Однако он не произнес слова «Элейн». Он назвал другое имя, имя, которое, как говорила Элейн, не мог бы произнести ни один человек с Земли.
— Как ваша рука? — спросил кимонец.
— Ничего, — ответил Бишоп. — Небольшой ожог.
У него было такое ощущение, словно произносил эти слова не он, а кто-то другой, стоявший рядом.
Он не мог бы шевельнуться, даже если бы ему заплатили миллион.
— Надо будет вам помочь, — сказал кимонец. — Побеседуем позже…
— Прошу вас, сэр, об одном, — сказал человек, говоривший за Бишопа. — Отправьте меня в гостиницу.
Он почувствовал, как сразу понял его собеседник, испытывавший к нему сострадание и жалость.

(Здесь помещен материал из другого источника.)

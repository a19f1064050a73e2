package org.polebench.measure;

import java.util.ArrayList;
import java.util.LinkedHashMap;
import java.util.List;
import java.util.Locale;
import java.util.Map;
import java.util.Optional;
import org.apache.commons.math3.complex.Complex;
import org.polebench.InputProblem;
import org.polebench.analysis.FullResponse;
import org.polebench.circuit.BiasSolver;
import org.polebench.circuit.OperatingPoints;
import org.polebench.circuit.SmallSignalExpansion;
import org.polebench.circuit.Stage;
import org.polebench.units.Decibels;
import org.polebench.units.EngineeringValue;
import org.polebench.units.Quantity;

/**
 * A board built from a stage file: its response is the complex MNA solve of the stage's
 * whole small-signal network at its solved operating point, every capacitor of both bands in
 * place ({@link FullResponse}), times a flat gain factor (a probe or level mistake). Gain is in
 * the stage's own convention (against the source EMF, or the input node with
 * {@code reference: node}). Immutable; safe to share between threads.
 */
public final class StageBoard implements BoardResponse {
    private final FullResponse response;
    private final double gainFactor;
    private final String description;

    private StageBoard(FullResponse response, double gainFactor, String description) {
        this.response = response;
        this.gainFactor = gainFactor;
        this.description = description;
    }

    /**
     * @param built       the stage as built (any wrong part already in it)
     * @param points      its operating points (possibly with a scaled bias current)
     * @param gainFactor  measured over true gain, V/V, positive
     * @param description what differs from the stage as designed, for the notes
     */
    public static StageBoard of(Stage built, OperatingPoints points, double gainFactor, String description) {
        if (!(gainFactor > 0) || !Double.isFinite(gainFactor)) {
            throw new IllegalArgumentException("a gain factor must be positive, was " + gainFactor);
        }
        return new StageBoard(new FullResponse(new SmallSignalExpansion().expand(built, points)), gainFactor,
                "stage \"" + built.name() + "\"" + (description.isEmpty() ? "" : ", " + description));
    }

    /**
     * Solves the bias of the stage as built and makes the board.
     *
     * @throws InputProblem when the stage as built cannot be biased
     */
    public static StageBoard of(Stage built, String description) throws InputProblem {
        return of(built, new BiasSolver().solve(built), 1, description);
    }

    /**
     * The board as built from the stage as designed and faults written as on the command
     * line: {@code C3=4.7u} (a capacitor of that value), {@code Q1.bias=0.8} (a transistor's
     * bias current times 0.8) or {@code gain=10} / {@code gain=20dB} (a flat gain error, such
     * as a ×10 probe read as ×1). The bias is solved for the board with its capacitors as built
     * (a capacitor does not move it), then scaled.
     *
     * @throws InputProblem when a fault names no such part or its value does not read, or the
     *                      board as built cannot be biased
     */
    public static StageBoard asBuilt(Stage designed, List<String> faults) throws InputProblem {
        Stage built = designed;
        Map<String, Double> biasFactors = new LinkedHashMap<>();
        double gainFactor = 1;
        List<String> described = new ArrayList<>();
        for (String fault : faults) {
            int eq = fault.indexOf('=');
            if (eq <= 0 || eq == fault.length() - 1) {
                throw new InputProblem(null, 0, "fault '" + fault + "' is not PART=VALUE", USAGE);
            }
            String what = fault.substring(0, eq).strip();
            String value = fault.substring(eq + 1).strip();
            try {
                if (what.equalsIgnoreCase("gain")) {
                    double factor = value.toLowerCase(Locale.ROOT).endsWith("db")
                            ? Decibels.toRatio(EngineeringValue.parse(value, Quantity.DECIBELS))
                            : EngineeringValue.parseNumber(value);
                    if (!(factor > 0)) {
                        throw new IllegalArgumentException("a gain factor must be positive");
                    }
                    gainFactor *= factor;
                    described.add(String.format(Locale.ROOT, "flat gain ×%.4g", factor));
                } else if (what.toLowerCase(Locale.ROOT).endsWith(".bias")) {
                    String transistor = what.substring(0, what.length() - 5);
                    designed.transistor(transistor);
                    double factor = EngineeringValue.parseNumber(value);
                    if (!(factor > 0)) {
                        throw new IllegalArgumentException("a bias factor must be positive");
                    }
                    biasFactors.merge(transistor, factor, (a, b) -> a * b);
                    described.add(transistor + " bias current ×" + String.format(Locale.ROOT, "%.4g", factor));
                } else {
                    designed.capacitor(what);
                    double farads = EngineeringValue.parse(value, Quantity.FARADS);
                    if (!(farads > 0)) {
                        throw new IllegalArgumentException("a capacitor value must be positive");
                    }
                    built = built.withCapacitance(what, farads);
                    described.add(what + " fitted as " + EngineeringValue.format(farads, "F"));
                }
            } catch (IllegalArgumentException e) {
                throw new InputProblem(designed.sourceFile(), 0, "fault '" + fault + "': " + e.getMessage(), USAGE);
            }
        }
        OperatingPoints points = new BiasSolver().solve(built);
        for (Map.Entry<String, Double> bias : biasFactors.entrySet()) {
            points = points.withCurrentScaled(bias.getKey(), bias.getValue());
        }
        return of(built, points, gainFactor, described.isEmpty() ? "no fault" : String.join("; ", described));
    }

    private static final String USAGE = "write C3=4.7u (a capacitor's value as built), Q1.bias=0.8 (a bias current "
            + "factor) or gain=10 (a flat gain factor, also gain=20dB), naming parts of the stage file";

    @Override
    public Complex atHz(double frequencyHz) {
        Optional<Complex> h = response.atHz(frequencyHz);
        if (h.isEmpty()) {
            throw new IllegalStateException("the board's MNA matrix is singular at " + frequencyHz + " Hz");
        }
        return h.get().multiply(gainFactor);
    }

    @Override
    public String describe() {
        return description;
    }
}
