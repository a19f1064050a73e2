package org.polebench.capture;

import static org.junit.jupiter.api.Assertions.assertEquals;
import static org.junit.jupiter.api.Assertions.assertInstanceOf;
import static org.junit.jupiter.api.Assertions.assertThrows;
import static org.junit.jupiter.api.Assertions.assertTrue;

import java.nio.file.Files;
import java.nio.file.Path;
import java.util.ArrayList;
import java.util.List;
import java.util.Optional;
import java.util.OptionalDouble;
import java.util.concurrent.atomic.AtomicInteger;
import java.util.function.BooleanSupplier;
import org.junit.jupiter.api.Test;
import org.junit.jupiter.api.Timeout;
import org.junit.jupiter.api.io.TempDir;
import org.polebench.InputProblem;
import org.polebench.analysis.PortReduction;
import org.polebench.analysis.Reduction;
import org.polebench.analysis.StateModel;
import org.polebench.circuit.Band;
import org.polebench.circuit.SmallSignalExpansion;
import org.polebench.circuit.Stage;
import org.polebench.circuit.StageReader;
import org.polebench.profile.PortSettings;
import org.polebench.profile.ProfileLibrary;
import org.polebench.profile.SerialProfile;
import org.polebench.sweep.PhaseUnwrap;
import org.polebench.sweep.Sweep;
import org.polebench.sweep.SweepPoint;
import org.polebench.sweepfile.AppendedSweep;
import org.polebench.sweepfile.SweepReader;
import org.polebench.synth.Fault;
import org.polebench.synth.InstrumentSimulator;
import org.polebench.synth.Misbehaviour;
import org.polebench.synth.StageBoard;
import org.polebench.synth.SweepNoise;
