package org.polebench.circuit;

import java.util.HashMap;
import java.util.Map;
import org.ejml.data.DMatrixRMaj;
import org.ejml.dense.row.CommonOps_DDRM;

/**
 * An independent midband solve of a small-signal network with EJML (test scope): low-band
 * capacitors are ideal shorts (their nodes merged), high-band ones open, the driven node held at
 * 1 V by one extra MNA row. Returns V(output).
 */
final class MidbandByEjml {
    private MidbandByEjml() {
    }

    static double gain(SmallSignalNetwork network) {
        int n = network.nodeCount();
        int[] parent = new int[n];
        for (int i = 0; i < n; i++) {
            parent[i] = i;
        }
        for (NetworkElement.Capacitance c : network.capacitances(Band.LOW)) {
            int a = root(parent, c.a());
            int b = root(parent, c.b());
            // ground stays the root of its class
            if (a != b) {
                if (a == 0) {
                    parent[b] = a;
                } else {
                    parent[a] = b;
                }
            }
        }
        Map<Integer, Integer> unknown = new HashMap<>();
        for (int i = 1; i < n; i++) {
            int r = root(parent, i);
            if (r != 0 && !unknown.containsKey(r)) {
                unknown.put(r, unknown.size());
            }
        }
        int size = unknown.size() + 1;
        DMatrixRMaj m = new DMatrixRMaj(size, size);
        DMatrixRMaj rhs = new DMatrixRMaj(size, 1);
        java.util.function.IntUnaryOperator at = node -> {
            int r = root(parent, node);
            return r == 0 ? -1 : unknown.get(r);
        };
        for (NetworkElement e : network.elements()) {
            if (e instanceof NetworkElement.Conductance) {
                NetworkElement.Conductance g = (NetworkElement.Conductance) e;
                int a = at.applyAsInt(g.a());
                int b = at.applyAsInt(g.b());
                add(m, a, a, g.siemens());
                add(m, b, b, g.siemens());
                add(m, a, b, -g.siemens());
                add(m, b, a, -g.siemens());
            } else if (e instanceof NetworkElement.Transconductance) {
                NetworkElement.Transconductance t = (NetworkElement.Transconductance) e;
                int from = at.applyAsInt(t.from());
                int to = at.applyAsInt(t.to());
                int p = at.applyAsInt(t.controlPlus());
                int q = at.applyAsInt(t.controlMinus());
                add(m, from, p, t.siemens());
                add(m, from, q, -t.siemens());
                add(m, to, p, -t.siemens());
                add(m, to, q, t.siemens());
            }
        }
        int driven = at.applyAsInt(network.drivenNode());
        int row = size - 1;
        add(m, driven, row, 1);
        add(m, row, driven, 1);
        rhs.set(row, 0, 1);
        DMatrixRMaj x = new DMatrixRMaj(size, 1);
        if (!CommonOps_DDRM.solve(m, rhs, x)) {
            throw new IllegalStateException("singular midband network");
        }
        int out = at.applyAsInt(network.outputNode());
        return out < 0 ? 0 : x.get(out, 0);
    }

    private static void add(DMatrixRMaj m, int i, int j, double value) {
        if (i >= 0 && j >= 0) {
            m.add(i, j, value);
        }
    }

    private static int root(int[] parent, int i) {
        while (parent[i] != i) {
            i = parent[i];
        }
        return i;
    }
}
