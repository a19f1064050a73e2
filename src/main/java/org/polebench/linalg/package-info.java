/**
 * Dense linear-algebra kernels on plain {@code double} arrays, each with its published source:
 * the real LU with partial pivoting ({@link org.polebench.linalg.RealLu}), the complex LU
 * ({@link org.polebench.linalg.ComplexLu}), the LU of the port equations swept over many
 * frequencies at once ({@link org.polebench.linalg.SweptPortEquations}), the Householder QR
 * of least squares ({@link org.polebench.linalg.HouseholderQr}, which keeps the normal
 * equations from ever being formed) and the eigenvalue recipe for a non-symmetric matrix
 * ({@link org.polebench.linalg.EigenSolver}, docs/method.md, "Poles and zeros").
 * Uses no other polebench package (Commons Math does the Schur step); knows nothing of circuits,
 * sweeps or units.
 */
package org.polebench.linalg;
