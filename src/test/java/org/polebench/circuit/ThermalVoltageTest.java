package org.polebench.circuit;

import static org.junit.jupiter.api.Assertions.assertEquals;
import static org.junit.jupiter.api.Assertions.assertThrows;

import org.junit.jupiter.api.Test;

class ThermalVoltageTest {

    @Test
    void thermalVoltageAt300KelvinComesFromTheExactSiConstants() {
        // k = 1.380649e-23 J/K and q = 1.602176634e-19 C are exact (BIPM SI Brochure, 9th ed.,
        // 2019, table 1); kT/q at 300 K = 0.025852 V. 1e-15 relative: one division and one product.
        double expected = 1.380649e-23 * 300 / 1.602176634e-19;
        assertEquals(expected, ThermalVoltage.volts(300), 1e-15 * expected);
        // the familiar figure, 25.85 mV at 300 K (common practice), to the 4 digits it is quoted with
        assertEquals(0.02585, ThermalVoltage.volts(300), 0.000005);
    }

    @Test
    void thermalVoltageIsProportionalToTemperature() {
        // VT = kT/q is linear in T: an exact identity, so only round-off (1e-15) separates them
        assertEquals(2 * ThermalVoltage.volts(150), ThermalVoltage.volts(300), 1e-15);
    }

    @Test
    void refusesANonPositiveTemperature() {
        assertThrows(IllegalArgumentException.class, () -> ThermalVoltage.volts(0));
    }
}
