// factorMass evaluates the controller and factors the per-tree blocks of
// A = M + h(D + K_d) + h² K_p at the current state.
func (s *Sim) factorMass() error {
	m, lay, h := s.model, s.lay, s.set.TimeStep
	s.control()
	s.kin.massMatrix(m, lay, s.mass)
	copy(s.chol, s.mass)
	for t := range lay.trees {
		tr := &lay.trees[t]
		blk := s.chol[tr.massOffset : tr.massOffset+tr.nv*tr.nv]
		for d := 0; d < tr.nv; d++ {
			i := tr.vOff + d
			blk[d*tr.nv+d] += h*(s.damp[i]+s.kd[i]) + h*h*s.kp[i]
		}
		if !cholesky(blk, tr.nv) {
			return s.stepError(fmt.Errorf("mass matrix of the tree rooted at body %q is not positive definite", m.Bodies[tr.bodies[0]].Name))
		}
	}
	return nil
}

// Step advances the simulation by one time step:
//
//	(M + hD)(v⁺ − v) = h(τ − c(q, v̄) − D v) + Jᵀλ,   q⁺ = q ⊕ h v⁺,
//
// with v̄ the midpoint velocity of the smooth motion, D the joint damping,
// and the contact impulses λ from the complementarity problem.
func (s *Sim) Step() error {
	m, lay, kin := s.model, s.lay, s.kin
	h := s.set.TimeStep

	var clock time.Time
	if s.Profile != nil {
		clock = time.Now()
	}
	copy(s.q0, s.q)
	copy(s.v0, s.v)
	if err := s.factorMass(); err != nil {
		return err
	}

	// Free velocity: the smooth dynamics, with velocity-product terms at
	// the midpoint of the step. A tangent sweep or a tape keeps the
	// Newton–Euler passes.
	keep := s.passRec
	if keep == nil && s.tan != nil {
		keep = &s.tan.passes
	}
	copy(s.vfree, s.v)
	for pass := 0; pass <= midpointPasses; pass++ {
		for i := range s.rhs {
			s.rhs[i] = 0.5 * (s.v[i] + s.vfree[i])
		}
		if pass == 0 {
			copy(s.rhs, s.v)
		}
		kin.bias(m, lay, s.rhs, s.t, s.c)
		if keep != nil {
			keep[pass].take(m, lay, kin, s.rhs)
		}
		for i := range s.rhs {
			s.rhs[i] = h * (s.tau[i] - s.c[i] - (s.damp[i]+h*s.kp[i])*s.v[i])
		}
		s.solveMass(s.rhs)
		for i := range s.vfree {
			s.vfree[i] = s.v[i] + s.rhs[i]
		}
		copy(s.vpass[pass], s.vfree)
	}

	if s.Profile != nil {
		s.lap(&s.Profile.Dynamics, &clock)
	}
	s.collide()
	s.findLimits()
	if s.Profile != nil {
		s.lap(&s.Profile.Collision, &clock)
	}
	if len(s.contacts) == 0 && len(s.limits) == 0 {
		copy(s.v, s.vfree)
		s.lastStats = contact.SolveStats{}
	} else if err := s.solveContacts(); err != nil {
		return err
	}
	if s.Profile != nil {
		s.lap(&s.Profile.Contact, &clock)
	}
	s.integrate()
	if s.tan != nil {
		if err := s.tan.step(s); err != nil {
			return s.stepError(err)
		}
	}
	s.t = float64(s.step+1) * h
	s.step++
	kin.update(m, lay, s.q, s.v)
	if s.Profile != nil {
		s.lap(&s.Profile.Dynamics, &clock)
	}
	return nil
}

func (s *Sim) stepError(err error) error {
	seen := map[int]bool{}
	var bodies []string
	for _, c := range s.contacts {
		for _, b := range [2]int{c.A, c.B} {
			if b >= 0 && !seen[b] {
				seen[b] = true
				bodies = append(bodies, s.model.Bodies[b].Name)
			}
		}
	}
	if len(bodies) == 0 {
		for _, b := range s.model.Bodies {
			bodies = append(bodies, b.Name)
		}
	}
	return &StepError{Step: s.step + 1, Time: s.t + s.set.TimeStep, Bodies: bodies, Contacts: len(s.contacts), Err: err}
}

// adjacent reports whether bodies a and b are joined by a joint; such pairs
// do not collide.
func (s *Sim) adjacent(a, b int) bool {
	return (a >= 0 && s.lay.bodies[a].parent == b && b >= 0) || (b >= 0 && s.lay.bodies[b].parent == a && a >= 0)
}

// collide finds this step's contacts.
func (s *Sim) collide() {
	margin := s.set.Margin
	for i := range s.geoms {
		g := &s.geoms[i]
		if g.owner < 0 {
			s.geomPoses[i] = g.shape.Local
		} else {
			s.geomPoses[i] = s.kin.pose[g.owner].Mul(g.shape.Local)
		}
		s.boxes[i] = contact.Bounds(g.shape, s.geomPoses[i], margin)
	}
	s.pairs = s.bp.Pairs(s.boxes, s.pairs[:0])
	s.contacts = s.contacts[:0]
	for _, p := range s.pairs {
		ga, gb := &s.geoms[p[0]], &s.geoms[p[1]]
		if ga.owner == gb.owner || s.adjacent(ga.owner, gb.owner) {
			continue
		}
		s.pts = contact.Collide(ga.shape, s.geomPoses[p[0]], gb.shape, s.geomPoses[p[1]], margin, s.pts[:0])
		props := s.matProps[ga.material][gb.material]
		for _, pt := range s.pts {
			t1, t2 := tangents(pt.Normal)
			s.contacts = append(s.contacts, Contact{
				A: ga.owner, B: gb.owner, NameA: ga.name, NameB: gb.name,
				Point: pt, Tangent1: t1, Tangent2: t2,
				Friction: props.Friction, Restitution: props.Restitution,
				geomA: int(p[0]), geomB: int(p[1]), pair: s.matPair[ga.material][gb.material],
			})
		}
	}
}

// tangents returns an orthonormal basis (t1, t2) of the plane normal to the
// unit vector n, a smooth function of n away from n.z = −1 (Duff et al.,
// "Building an Orthonormal Basis, Revisited", JCGT 2017).
func tangents(n r3.Vec) (r3.Vec, r3.Vec) {
	sign := math.Copysign(1, n.Z)
	a := -1 / (sign + n.Z)
	b := n.X * n.Y * a
	t1 := r3.Vec{X: 1 + sign*n.X*n.X*a, Y: sign * b, Z: -sign * n.X}
	t2 := r3.Vec{X: b, Y: sign + n.Y*n.Y*a, Z: -n.Y}
	return t1, t2
}

// jacobianRow writes into row the map from generalized velocity to the
// velocity of body b's material point at world point p along dir, scaled by
// sign, adding to what row holds.
func (s *Sim) jacobianRow(row []float64, b int, p, dir r3.Vec, sign float64) {
	for ; b >= 0; b = s.lay.bodies[b].parent {
		bl := &s.lay.bodies[b]
		for d := 0; d < bl.nv; d++ {
			row[bl.vOff+d] += sign * r3.Dot(dir, s.kin.s[bl.vOff+d].pointVel(p))
		}
	}
}

// rowRanges returns the velocity-coordinate ranges [start, end) of the
// distinct trees that contact-problem row r touches; the row's Jacobian is
// zero elsewhere. They are set by solveContacts.
func (s *Sim) rowRanges(r int) [][2]int {
	return s.ranges[r].r[:s.ranges[r].n]
}

// addRowsT adds Σ_r x_r row_r to dst for contact-problem rows stored like
// the Jacobian (one row of nv per entry of x), visiting only the
// coordinates each row's trees span.
func (s *Sim) addRowsT(rows, x, dst []float64) {
	nv := s.lay.nv
	for r, xr := range x {
		if xr == 0 {
			continue
		}
		row := rows[r*nv : (r+1)*nv]
		for _, rg := range s.rowRanges(r) {
			for d := rg[0]; d < rg[1]; d++ {
				dst[d] += row[d] * xr
			}
		}
	}
}

// mulRows writes row_r · v into dst[r] for rows stored like the Jacobian.
func (s *Sim) mulRows(rows, v, dst []float64) {
	nv := s.lay.nv
	for r := range dst {
		row := rows[r*nv : (r+1)*nv]
		var sum float64
		for _, rg := range s.rowRanges(r) {
			for d := rg[0]; d < rg[1]; d++ {
				sum += row[d] * v[d]
			}
		}
		dst[r] = sum
	}
}

// rowRange holds up to two coordinate ranges of a row.
type rowRange struct {
	r [2][2]int
	n int
}

// setRowRanges fills s.ranges from s.rowTrees.
func (s *Sim) setRowRanges(n int) {
	if cap(s.ranges) < n {
		s.ranges = make([]rowRange, n, 2*n)
	}
	s.ranges = s.ranges[:n]
	for r := 0; r < n; r++ {
		rt := s.rowTrees[r]
		rr := &s.ranges[r]
		rr.n = 0
		for i, t := range rt {
			if t < 0 || (i == 1 && t == rt[0]) {
				continue
			}
			tr := &s.lay.trees[t]
			rr.r[rr.n] = [2]int{tr.vOff, tr.vOff + tr.nv}
			rr.n++
		}
	}
}

func (s *Sim) treeOf(b int) int {
	if b < 0 {
		return -1
	}
	return s.lay.bodies[b].tree
}

// solveContacts builds and solves the contact problem and sets v.
func (s *Sim) solveContacts() error {
	nc := len(s.contacts)
	n := 3*nc + len(s.limits)
	s.buildRows(n)
	s.buildDelassus(n)
	s.prob.W = &s.w
	s.prob.NumCones = nc
	stats, err := s.solver.Solve(&s.prob, s.set.Solver, s.lambda)
	s.lastStats = stats
	if err != nil {
		return s.stepError(err)
	}
	// v⁺ = v_free + A⁻¹ Jᵀ λ; u = W λ + B.
	clear(s.rhs)
	s.addRowsT(s.jac, s.lambda[:n], s.rhs)
	s.solveMass(s.rhs)
	for d := range s.v {
		s.v[d] = s.vfree[d] + s.rhs[d]
	}
	for i := 0; i < n; i++ {
		u := s.prob.B[i]
		for j := 0; j < n; j++ {
			u += s.w.At(i, j) * s.lambda[j]
		}
		s.u[i] = u
	}
	for k := range s.contacts {
		c := &s.contacts[k]
		copy(c.Impulse[:], s.lambda[3*k:3*k+3])
		copy(c.Velocity[:], s.u[3*k:3*k+3])
		c.Velocity[0] += c.Target
	}
	for k := range s.limits {
		s.limits[k].force = s.lambda[3*nc+k]
	}
	return nil
}

// sizeRows sizes the row workspaces for n rows.
func (s *Sim) sizeRows(n int) {
	nv := s.lay.nv
	s.jac = grow(s.jac, n*nv)
	s.z = grow(s.z, n*nv)
	s.lambda = grow(s.lambda, n)
	s.u = grow(s.u, n)
	s.prob.B = grow(s.prob.B, n)
	s.prob.Mu = grow(s.prob.Mu, len(s.contacts))
	if cap(s.rowTrees) < n {
		s.rowTrees = make([][2]int, n)
	}
	s.rowTrees = s.rowTrees[:n]
}

// restoreRows sets the n rows' Jacobian from jac and their trees and
// ranges from the contacts and limits, as buildRows left them.
func (s *Sim) restoreRows(n int, jac []float64) {
	s.sizeRows(n)
	copy(s.jac, jac)
	nc := len(s.contacts)
	for k := range s.contacts {
		c := &s.contacts[k]
		for r := 0; r < 3; r++ {
			s.rowTrees[3*k+r] = [2]int{s.treeOf(c.A), s.treeOf(c.B)}
		}
	}
	for k := range s.limits {
		t := s.treeOf(s.limits[k].body)
		s.rowTrees[3*nc+k] = [2]int{t, t}
	}
	s.setRowRanges(n)
}
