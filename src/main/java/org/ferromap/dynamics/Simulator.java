package org.ferromap.dynamics;

import java.util.Arrays;
import java.util.Optional;
import org.ferromap.circuit.EquivalentCircuit;
import org.ferromap.errors.FerromapException;
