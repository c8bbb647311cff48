package org.ferromap.dynamics;

import java.util.Arrays;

— Конечно, — сказал высокий кимонец. — С вашего позволения, сэр…
— Вы сегодня вернулись очень поздно, сэр, — сказал шкаф.
— Да, — угрюмо откликнулся Бишоп.
— Вы поранились, сэр. Я чувствую.
— Мне обожгло руку.
Одна из дверец шкафа открылась.
— Положите руку сюда, — сказал шкаф. — Я залечу ее в один миг.
Бишоп сунул руку в отделение шкафа. Он почувствовал какие-то осторожные прикосновения.
— Ожог несерьезный, сэр, — сказал шкаф, — но, я думаю, болезненный.
Мы игрушки, подумал Бишоп. Гостиница — это домик для кукол… или собачья конура. Это нескладная хижина, подобная тем, какие сооружаются на Земле ребятишками из старых ящиков, дощечек. По сравнению с комнатой кимонца это просто лачуга, хотя, впрочем, лачуга роскошная. Для людей с Земли она годится, вполне годится, но это все же лачуга. А кто же мы? Кто мы? Баловни детишек. Кимонские щенята. Импортные щенята.
— Простите, сэр, — сказал шкаф. — Вы не щенята.
— Что?
— Еще раз прошу прощенья, сэр. Мне не следовало этого говорить… но мне не хотелось бы, чтобы вы думали…
— Если мы не комнатные собачки, то кто же мы?
— Извините, сэр. Я сказал это невольно, уверяю вас. Мне не следовало бы…
— Вы ничего не делаете без расчета, — с горечью сказал Бишоп. — Вы и все они. Потому что вы один из них. Вы сказали это только потому, что так хотели они.
— Я уверяю вас, что вы ошибаетесь.
— Естественно, вы все будете отрицать, — сказал Бишоп. — Продолжайте выполнять свои обязанности. Вы еще не сказали всего, что вам велено сообщить мне. Продолжайте.
— Для меня неважно, что вы думаете, — сказал шкаф. — Но если бы вы думали о себе, как о товарищах по детским играм…
— Час от часу не легче, — сказал Бишоп.
— То это было бы бесконечно лучше, — продолжал шкаф, — чем думать о себе, как о щенках.
— И на какую же мысль они хотят меня натолкнуть?
— Им все равно, — сказал шкаф. — Все зависит от вас самих. Я высказываю только предположение, сэр.
Хорошо, значит, это только предположение. Хорошо, значит, они товарищи по детским играм, а не домашние собачки.
Дети Кимона приглашают поиграть грязных, оборванных, сопливых пострелов с улицы. Наверно, это лучше, чем быть импортной собачкой.
Но даже в таком случае все придумали дети Кимона. Это они создали правила для тех, кто хотел поехать на Кимон, это они построили гостиницу, обслуживали ее, давали людям с Земли роскошные номера, это они придумали так называемые должности, это они организовали печатание кредиток.